Volume 4, Issue 5

Computational Design of Serotype Independent Vaccine against Streptococcus pneumoniae Based on B-Cell Epitopes of Pneumococcal Plasmid Stabilization Protein
Original Research
Pneumococcal conjugate vaccines (PCVs) were constructed through chemical conjugation of pneumococcal capsules to immunogenic carrier proteins. The PCVs implementation in developing countries was prevented by their high manufacturing costs. This issue can be overcome by development of protein based vaccines against pneumococci. Antibody responses are necessary for protection against S. pneumoniae. The plasmid stabilization protein (PSP) was already identified as a pneumococcal surface protein able to elicit protection against S. pneumoniae serotype 19F and its protective B-cell epitope regions were determined. Whole antigens are not as potent as epitope based vaccines and every epitope in a multi epitope based vaccine can individually induce a protective immune response against the pathogen. Thus better immunoprotection can be achieved by multi epitope based vaccines.

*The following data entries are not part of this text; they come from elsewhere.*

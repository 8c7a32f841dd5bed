/**
 * Which fields of a cell can read states: a rate law, an event's amounts under add or infuse,
 * and the fields that name a state (a law's own state, an event's targets, the state a
 * question asks about, a fitted or swept parameter). In every other field a state's name
 * that is spelled like a unit is that unit (`every: "12 h"` beside a tank level `h`). The
 * builders mark their uses by the same rule (`test/engine/reads-states.test.ts` holds them to
 * it); the editor colours a field's words by it. Pure; the path alone decides.
 */
import type { CellKind } from '../study/types.ts';

const RULES: Readonly<Record<CellKind, readonly RegExp[]>> = {
  parameters: [],
  rate: [/^\.rate$/, /^\.state$/],
  phase: [/^\.sweep\.name$/],
  simulate: [/^\.events\[\d+\]\.(add|infuse)\.[^.]+$/, /^\.events\[\d+\]\.(add|set|infuse)$/, /^\.find\[\d+\]\.(crossing|maximum|minimum|timeOfMaximum|timeOfMinimum|valueOf|integralOf|timeAbove|timeBelow)$/],
  data: [],
  fit: [/^\.estimate\[\d+\]\.parameter$/],
  nca: [],
  solve: [/^\.vary\.parameter$/],
  uncertainty: [],
  note: [],
  sensitivity: [/^\.parameters\[\d+\]$/],
  compare: [/^\.scenarios\[\d+\]\.set$/],
};

/**
 * True when the field at `path` (relative to its cell: `.rate`, `.events[0].add.C`) of a cell
 * of `kind` can read states. Cost: a few regular-expression tests.
 */
export function fieldReadsStates(kind: CellKind, path: string): boolean {
  return (RULES[kind] ?? []).some((re) => re.test(path));
}
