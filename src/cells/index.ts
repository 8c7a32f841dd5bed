/**
 * The registry of cell kinds: how each kind becomes graph nodes. Adding a kind is one
 * builder here plus its element in components/.
 */
import type { Cell, CellKind } from '../study/types.ts';
import type { GraphNode } from '../engine/node.ts';
import type { NodeOutput } from '../engine/report.ts';
import { parameterNodes } from './parameters.ts';
import { rateNodes } from './rate.ts';
import { noteNodes } from './note.ts';
import { simulateNodes } from './simulate.ts';
import { phaseNodes } from './phase.ts';
import { dataNodes } from './data.ts';
import { ncaNodes } from './nca.ts';
import { fitNodes } from './fit.ts';
import { solveNodes } from './solve.ts';
import { uncertaintyNodes } from './uncertainty.ts';
import { sensitivityNodes } from './sensitivity.ts';
import { compareNodes, runQuestions } from './compare.ts';
import { bandRuns } from './uncertainty-band.ts';

/**
 * A builder of kind K: its nodes output that kind's report fields (checked here, at compile
 * time). `cells` is the study, for a kind that reads another cell's document when it is built
 * (a compare cell, its run's questions); what it reads must be in `buildContext`.
 */
export type Builder<K extends CellKind> = (cell: Extract<Cell, { kind: K }>, at: string, cells?: readonly Cell[]) => Array<GraphNode<NodeOutput<K>>>;

const BUILDERS: { readonly [K in CellKind]: Builder<K> } = {
  parameters: parameterNodes,
  rate: rateNodes,
  note: noteNodes,
  phase: phaseNodes,
  simulate: simulateNodes,
  data: dataNodes,
  fit: fitNodes,
  nca: ncaNodes,
  solve: solveNodes,
  uncertainty: uncertaintyNodes,
  sensitivity: sensitivityNodes,
  compare: compareNodes,
};

/**
 * The nodes of one cell. Paths inside are relative to the cell (`@.items[0].value`), so a
 * cell that moves keeps its nodes and results; the session writes `@` as `cells[i]` when it
 * reports. Never throws on malformed fields.
 */
export function buildCellNodes(cell: Cell, cells: readonly Cell[] = []): GraphNode[] {
  return (BUILDERS[cell.kind] as Builder<CellKind>)(cell, CELL_PATH, cells);
}

/**
 * What of the other cells' documents a cell's nodes are built from (empty for most kinds):
 * the session builds a cell again when this or the cell's own text changes. Cost: O(cells).
 */
export function buildContext(cell: Cell, cells: readonly Cell[]): string {
  if (cell.kind === 'uncertainty') return bandRuns(cell.of, cells).join(',');
  return cell.kind === 'compare' ? runQuestions(cell.run, cells).join(',') : '';
}

/** The placeholder for "this cell's path" in node paths. */
export const CELL_PATH = '@';

/** A node path written out for the cell at `index`. */
export function resolvePath(path: string, index: number): string {
  return path.startsWith(CELL_PATH) ? `cells[${index}]${path.slice(CELL_PATH.length)}` : path;
}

In the present study, therefore, we aim to design a multi epitope vaccine against pneumococci based on the identified B-cell epitope regions of PSP using immunoinformatic tools. These regions were joined together using the (EAAAK) 4 linker. The resulting antigen (HPBE) showed much higher immunoprotective ability compared to PSP regarding the VaxiJen scores. The codon optimization was done for HPBE using OPTIMIZER. Analysis of the mRNA secondary structure using Mfold tool revealed no stable hairpin at the 5' end and thus the antigen can be expressed appropriately. The 3D model of the antigen resulted from I-TASSER indicated the presence of alpha helix, beta sheet, turn, coil, and 310 helix as the protein structural elements. Analyzing physicochemical properties of the antigen using ProtParam showed that it was stable and its half life in Escherichia coli was more than 10 h. Considering the GRAVY score, HPBE possessed a hydrophilic nature and it can be expressed in the soluble form in E. coli at 79.6% probability. Our results demonstrated that HPBE is a suitable vaccine candidate, which can elicit protection against common S. pneumoniae serotypes causing invasive pneumococcal disease in children less than 5 years of age.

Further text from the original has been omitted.